経済産業省が『平成29年版通商白書』を発表した。第Ⅱ部第3章「イノベーションを生み出す新たな産業社会の創造に向けた取り組み」は、わが国企業の課題を鋭く指摘している。

OECDによる企業アンケート調査結果を再整理した「各種イノベーションを実現した企業の割合」によると、新規または大幅に改善された製品・サービスの導入で第一位カナダの40%に対して日本は第六位15%で、カナダに加えドイツ・イタリア・フランス・米国の後塵を拝している。

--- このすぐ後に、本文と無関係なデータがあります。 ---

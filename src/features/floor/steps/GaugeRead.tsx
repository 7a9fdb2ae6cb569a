import { useState } from 'react';
import { BandPicker } from '@/components/BandPicker';
import { Keypad } from '@/components/Keypad';
import { QuietButton } from '@/components/QuietButton';
import { Notice } from '@/components/Notice';
import type { RodState } from '@/domain/job-state';
import type { StepOf } from '@/domain/plan';
import { RecordAction } from '../RecordAction';
import { StepFrame } from '../StepFrame';
import {
  valueOfBand,
  valueOfWidth,
  whichReading,
  type CardValue,
  type End,
  type ThreadLots,
} from '../gauge-reading';
import { decimalText, isNumber } from '../numbers';
import { useRun } from '../run-context';

interface GaugeReadProps {
  step: StepOf<'gauge'>;
  rod: RodState | undefined;
  end: End;
  lots: ThreadLots;
  onOtherThread: () => void;
  onByParts: () => void;
  onKept: () => void;
}

/** One end of the crankpin against the card; nothing is judged before it is kept. */
export function GaugeRead({ step, rod, end, lots, onOtherThread, onByParts, onKept }: GaugeReadProps) {
  const { state } = useRun();
  const [band, setBand] = useState<string>();
  const [width, setWidth] = useState<string>();
  const [offCard, setOffCard] = useState<'wider' | 'narrower'>();
  const typed = width === undefined || !isNumber(width) ? undefined : valueOfWidth(state, decimalText(width));
  const value =
    width === undefined ? (band === undefined ? undefined : valueOfBand(state, Number(band))) : typed?.value;
  const { bands, thread } = state.plan.engine.card;
  function pick(id: string) {
    setWidth(undefined);
    setOffCard(undefined);
    setBand(id);
  }
  return (
    <StepFrame
      step={step}
      side={
        width === undefined ? (
          <div className={bands.length > 8 ? '[&_.band]:min-h-18 [&_.bands-grid]:gap-y-3' : undefined}>
            <BandPicker
              label="Touch the band you read on the card"
              bands={bands.map(({ width: widthMm, clearance }, index) => ({
                id: String(index),
                widthMm: Number(widthMm),
                clearance,
              }))}
              picked={band}
              onPick={pick}
              onWider={() => setOffCard('wider')}
              onNarrower={() => setOffCard('narrower')}
            />
          </div>
        ) : (
          <Keypad
            label={`Crushed width, rod ${step.rod} ${end}`}
            unit="mm"
            value={width}
            onChange={setWidth}
            error={typed?.error}
          />
        )
      }
      heading={
        <div className="pb-4">
          <h1 className="floor-step">
            Rod {step.rod}, {end}
          </h1>
          <p className="pt-1 text-lg text-soft">
            {end === 'front' &&
              (step.sets?.cap === 'off' ? 'Cap off straight down, thread left where it sticks. ' : '')}
            Read it where it is widest, in place, against its own card.
          </p>
        </div>
      }
      then={end === 'front' ? 'then the rear end of the same journal' : undefined}
      foot={
        <div className="flex flex-wrap items-center justify-between gap-x-4 gap-y-2">
          <p>
            {thread}, lot {lots.thread}, card {lots.card}
          </p>
          <div className="flex flex-none gap-3">
            <QuietButton shape="wide" label="By its parts" onPress={onByParts} />
            <QuietButton shape="wide" label="Other thread" onPress={onOtherThread} />
          </div>
        </div>
      }
      quiet={
        <QuietButton
          label={width === undefined ? 'Type width' : 'By band'}
          onPress={() => setWidth(width === undefined ? '' : undefined)}
        />
      }
      main={
        <RecordAction
          label={value ? `Keep ${value.clearance} mm` : 'Keep the reading'}
          why={value ? undefined : 'touch a band, or type the width'}
          drafts={() => (value ? [gauged(step, { end, rod, value, lots })] : [])}
          onRecorded={onKept}
        />
      }
    >
      {offCard !== undefined && width === undefined ? (
        <OffCard side={offCard} />
      ) : width !== undefined ? (
        <p className="text-xl">
          Measure the width where the thread is widest. The card turns it into the clearance.
        </p>
      ) : (
        <p className="reading">
          <span className="form-label">{value ? 'read, not kept yet' : 'nothing read yet'}</span>
          <span className="reading-value">
            {value?.clearance ?? '–.–––'}
            <span className="reading-unit"> mm</span>
          </span>
        </p>
      )}
    </StepFrame>
  );
}

function gauged(
  step: StepOf<'gauge'>,
  { end, rod, value, lots }: { end: End; rod: RodState | undefined; value: CardValue; lots: ThreadLots },
) {
  return {
    kind: 'gauged' as const,
    step: step.id,
    data: {
      end,
      ...value,
      unit: 'mm' as const,
      again: whichReading(rod, end),
      threadLot: lots.thread,
      cardLot: lots.card,
    },
  };
}

function OffCard({ side }: { side: 'wider' | 'narrower' }) {
  const run = useRun();
  const words =
    side === 'wider'
      ? 'wider than the widest band: the clearance is tighter than this card can tell'
      : 'narrower than the narrowest band: the clearance is wider than this card can tell';
  return (
    <Notice tone="unsure" title="Off the card">
      <p className="text-lg">
        The thread is {words}. Type the width if it is close, measure again with another thread, or raise a
        deviation.
      </p>
      <div className="flex flex-wrap gap-3 pt-4">
        <QuietButton shape="wide" label="Raise a deviation" onPress={() => run.openSheet('deviation')} />
      </div>
    </Notice>
  );
}
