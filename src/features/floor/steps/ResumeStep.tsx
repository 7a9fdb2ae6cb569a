import type { StepOf } from '@/domain/plan';
import { ChecksScreen } from './ChecksScreen';

/** Takes a parked job up again after its own checks. */
export function ResumeStep({ step }: { step: StepOf<'resume'> }) {
  return (
    <ChecksScreen
      step={step}
      checks={step.checks}
      allLabel="As it was left, resume"
      draft={(checks) => ({ kind: 'resumed', step: step.id, data: { checks } })}
    />
  );
}
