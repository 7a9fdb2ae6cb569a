import { useState } from 'react';
import { Keypad } from '@/components/Keypad';
import { MainAction } from '@/components/MainAction';
import { PinPad } from '@/components/PinPad';
import { QuietButton } from '@/components/QuietButton';
import type { StepOf } from '@/domain/plan';
import type { Coverage } from '@/offline/evidence';
import { NoteField } from '../NoteField';
import { StepFrame } from '../StepFrame';
import { useRun } from '../run-context';
import { HoldEvidence } from './HoldEvidence';
import type { Signer } from './SignerChoice';

type Presence = 'at the vehicle' | 'from photographs';
type Stage = 'look' | 'count' | 'reason' | 'pin' | 'pin again';
const SHORTEST_PIN = 4;

interface HoldSignProps {
  step: StepOf<'hold'>;
  signer: Signer;
  covers: Coverage;
  onBack: () => void;
}

/** The signer's own screens: look, count, say, and the PIN; once with a network, twice without one. */
export function HoldSign({ step, signer, covers, onBack }: HoldSignProps) {
  const run = useRun();
  const [presence, setPresence] = useState<Presence | undefined>();
  const [count, setCount] = useState('');
  const [reason, setReason] = useState('');
  const [pin, setPin] = useState('');
  const [first, setFirst] = useState<string>();
  const [error, setError] = useState<string>();
  const stages: Stage[] = [
    'look',
    ...(step.counts ? (['count'] as const) : []),
    ...(signer.isAuthor ? (['reason'] as const) : []),
    'pin',
  ];
  const [at, setAt] = useState(0);
  const stage = first === undefined ? (stages[at] ?? 'pin') : 'pin again';
  const meaning = meaningWords(step.meaning, count);

  async function sign(final: string) {
    const isSigned = await run.record(
      [
        {
          kind: 'signed',
          step: step.id,
          pin: final,
          with: [],
          data: {
            holdPoint: step.holdPoint,
            name: signer.name,
            roles: signer.roles,
            meaning,
            ...(step.counts ? { count: Number(count) } : {}),
            presence: presence ?? 'at the vehicle',
            covers,
            ...(signer.isAuthor ? { notIndependent: reason.trim() } : {}),
            ...(signer.certificate === undefined ? {} : { certificate: signer.certificate }),
          },
        },
      ],
      { by: signer.id },
    );
    setPin('');
    setFirst(undefined);
    if (isSigned && run.isOnline) await run.syncNow();
  }

  function enterPin() {
    setError(undefined);
    if (run.isOnline) {
      void sign(pin);
    } else if (first === undefined) {
      setFirst(pin);
      setPin('');
    } else if (first === pin) {
      void sign(pin);
    } else {
      setError('The two PINs differ. Enter it twice again.');
      setFirst(undefined);
      setPin('');
    }
  }

  const back = () => {
    setFirst(undefined);
    setPin('');
    if (at === 0) onBack();
    else setAt(at - 1);
  };
  const next = { step, signer, back, onNext: () => setAt(at + 1) };
  if (stage === 'look') return <Look {...next} onPresence={setPresence} />;
  if (stage === 'count') return <OwnCount {...next} count={count} onCount={setCount} />;
  if (stage === 'reason') return <SecondLook {...next} reason={reason} onReason={setReason} />;
  return (
    <StepFrame
      step={step}
      isResult
      then={null}
      side={
        <PinPad
          label={stage === 'pin again' ? `PIN of ${signer.name}, once more` : `PIN of ${signer.name}`}
          value={pin}
          onChange={setPin}
          onEnter={() => pin.length >= SHORTEST_PIN && enterPin()}
          hint={run.isOnline ? 'checked at once' : 'no network: entered twice, checked later'}
          error={error}
        />
      }
      heading={<h1 className="floor-step pb-3">{step.title}</h1>}
      quiet={<QuietButton label="Back" onPress={back} />}
      main={
        <MainAction
          label={stage === 'pin' && !run.isOnline ? 'Once more' : 'Sign'}
          next={`as ${signer.name}`}
          why={pin.length < SHORTEST_PIN ? 'enter your PIN' : undefined}
          isBusy={run.isBusy}
          onPress={enterPin}
        />
      }
    >
      <figure className="max-w-2xl">
        <figcaption className="form-label">You sign</figcaption>
        <blockquote className="pt-1 text-3xl leading-snug">“{meaning}”</blockquote>
        <p className="pt-4 text-lg text-soft">
          {signer.name}, {signer.roles.join(', ')}
          {signer.certificate && `, certificate ${signer.certificate.number}`}; {presence ?? 'at the vehicle'}
          . It covers {covers.count} entries as they stand now; if they change, the hold point opens again.
        </p>
      </figure>
    </StepFrame>
  );
}

interface StageProps {
  step: StepOf<'hold'>;
  signer: Signer;
  back: () => void;
  onNext: () => void;
}

function Look({
  step,
  signer,
  back,
  onNext,
  onPresence,
}: StageProps & { onPresence: (presence: Presence) => void }) {
  const looked = (presence: Presence) => {
    onPresence(presence);
    onNext();
  };
  return (
    <StepFrame
      step={step}
      heading={<h1 className="floor-step pb-3">{signer.name}: look at the vehicle</h1>}
      quiet={<QuietButton label="Back" onPress={back} />}
      main={
        <MainAction
          label="I looked at the vehicle"
          next="it says so in the record"
          onPress={() => looked('at the vehicle')}
        />
      }
    >
      <div className="pb-5">
        {step.presence === 'vehicle' ? (
          <p className="text-xl">This one is signed at the vehicle only.</p>
        ) : (
          <QuietButton
            shape="wide"
            label="I looked at photographs only"
            onPress={() => looked('from photographs')}
          />
        )}
      </div>
      <HoldEvidence step={step} />
    </StepFrame>
  );
}

function OwnCount({
  step,
  signer,
  back,
  onNext,
  count,
  onCount,
}: StageProps & { count: string; onCount: (count: string) => void }) {
  return (
    <StepFrame
      step={step}
      isResult
      then={null}
      side={
        <Keypad
          label={step.counts?.what ?? 'counted'}
          unit="counted"
          kind="integer"
          maxLength={3}
          value={count}
          onChange={onCount}
        />
      }
      heading={<h1 className="floor-step pb-3">{signer.name}: how many did you count?</h1>}
      quiet={<QuietButton label="Back" onPress={back} />}
      main={
        <MainAction
          label={count === '' ? 'Keep my count' : `I counted ${count}`}
          why={count === '' ? 'your own count' : undefined}
          onPress={onNext}
        />
      }
    >
      <p className="max-w-2xl text-xl">
        Look at each head and count. The number is yours: the record is not shown here.
      </p>
    </StepFrame>
  );
}

function SecondLook({
  step,
  signer,
  back,
  onNext,
  reason,
  onReason,
}: StageProps & { reason: string; onReason: (reason: string) => void }) {
  return (
    <StepFrame
      step={step}
      side={null}
      heading={<h1 className="floor-step pb-3">{signer.name}: a second look at your own work</h1>}
      quiet={<QuietButton label="Back" onPress={back} />}
      main={
        <MainAction
          label="Go on"
          why={reason.trim() === '' ? 'say why nobody else signs' : undefined}
          onPress={onNext}
        />
      }
    >
      <p className="pb-4 text-lg">It reads “not independent” on the trail and in the pack.</p>
      <NoteField
        label="Why nobody else signs"
        phrases={['nobody else is in today']}
        value={reason}
        onChange={onReason}
      />
    </StepFrame>
  );
}

/** The meaning in the signer's words, with the count that they keyed in. */
export function meaningWords(meaning: string, count: string): string {
  return meaning.replaceAll('{count}', count);
}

新規マーケティング方法の導入では第一位ドイツ34%で日本第四位22%、新規または大幅に改善された生産工程・配送方法等の導入ではカナダ第一位36%に対して日本第五位15%、企業の業務慣行・職場組織または社外関係に関する新しい方法の導入でも第一位フランス34%に対して日本は第4位で24%である。

無形固定資産投資額の各国比較も記載されている。米国では研究開発・資源探索権・著作権などの革新的資産への投資が59%で、情報化資産への投資が22%を占める。これに対して日本の場合には革新的資産は42%、情報化資産への投資は11%と低い。しかも、両国企業は2000年ごろからそれぞれほぼ同じ傾向なので、米国企業に対する日本企業の遅れは累積され続けている。

つまり、わが国の企業は新製品・サービスを市場に投入せず、新規マーケティング方法を採用せず、新しい生産工程・配送方法等にも無関心で、企業の業務慣行や社外関係の改善にも躊躇している。そのうえ、革新的資産や情報化資産への投資にも不熱心。これでは競争力が強化されるはずもない。

通商白書は現状を打破するために「人的資本投資を強化し、イノベーションを実現し、過当競争に巻き込まれない価格決定力の高い差別化された製品・サービスで、国内市場に留まらずグローバルな市場を開拓していくこと」をわが国企業に求めている。しかし、「世界と隔絶した日本のCEO意識」がその根底にあるのならば、経営陣の入れ替えから始める必要がある。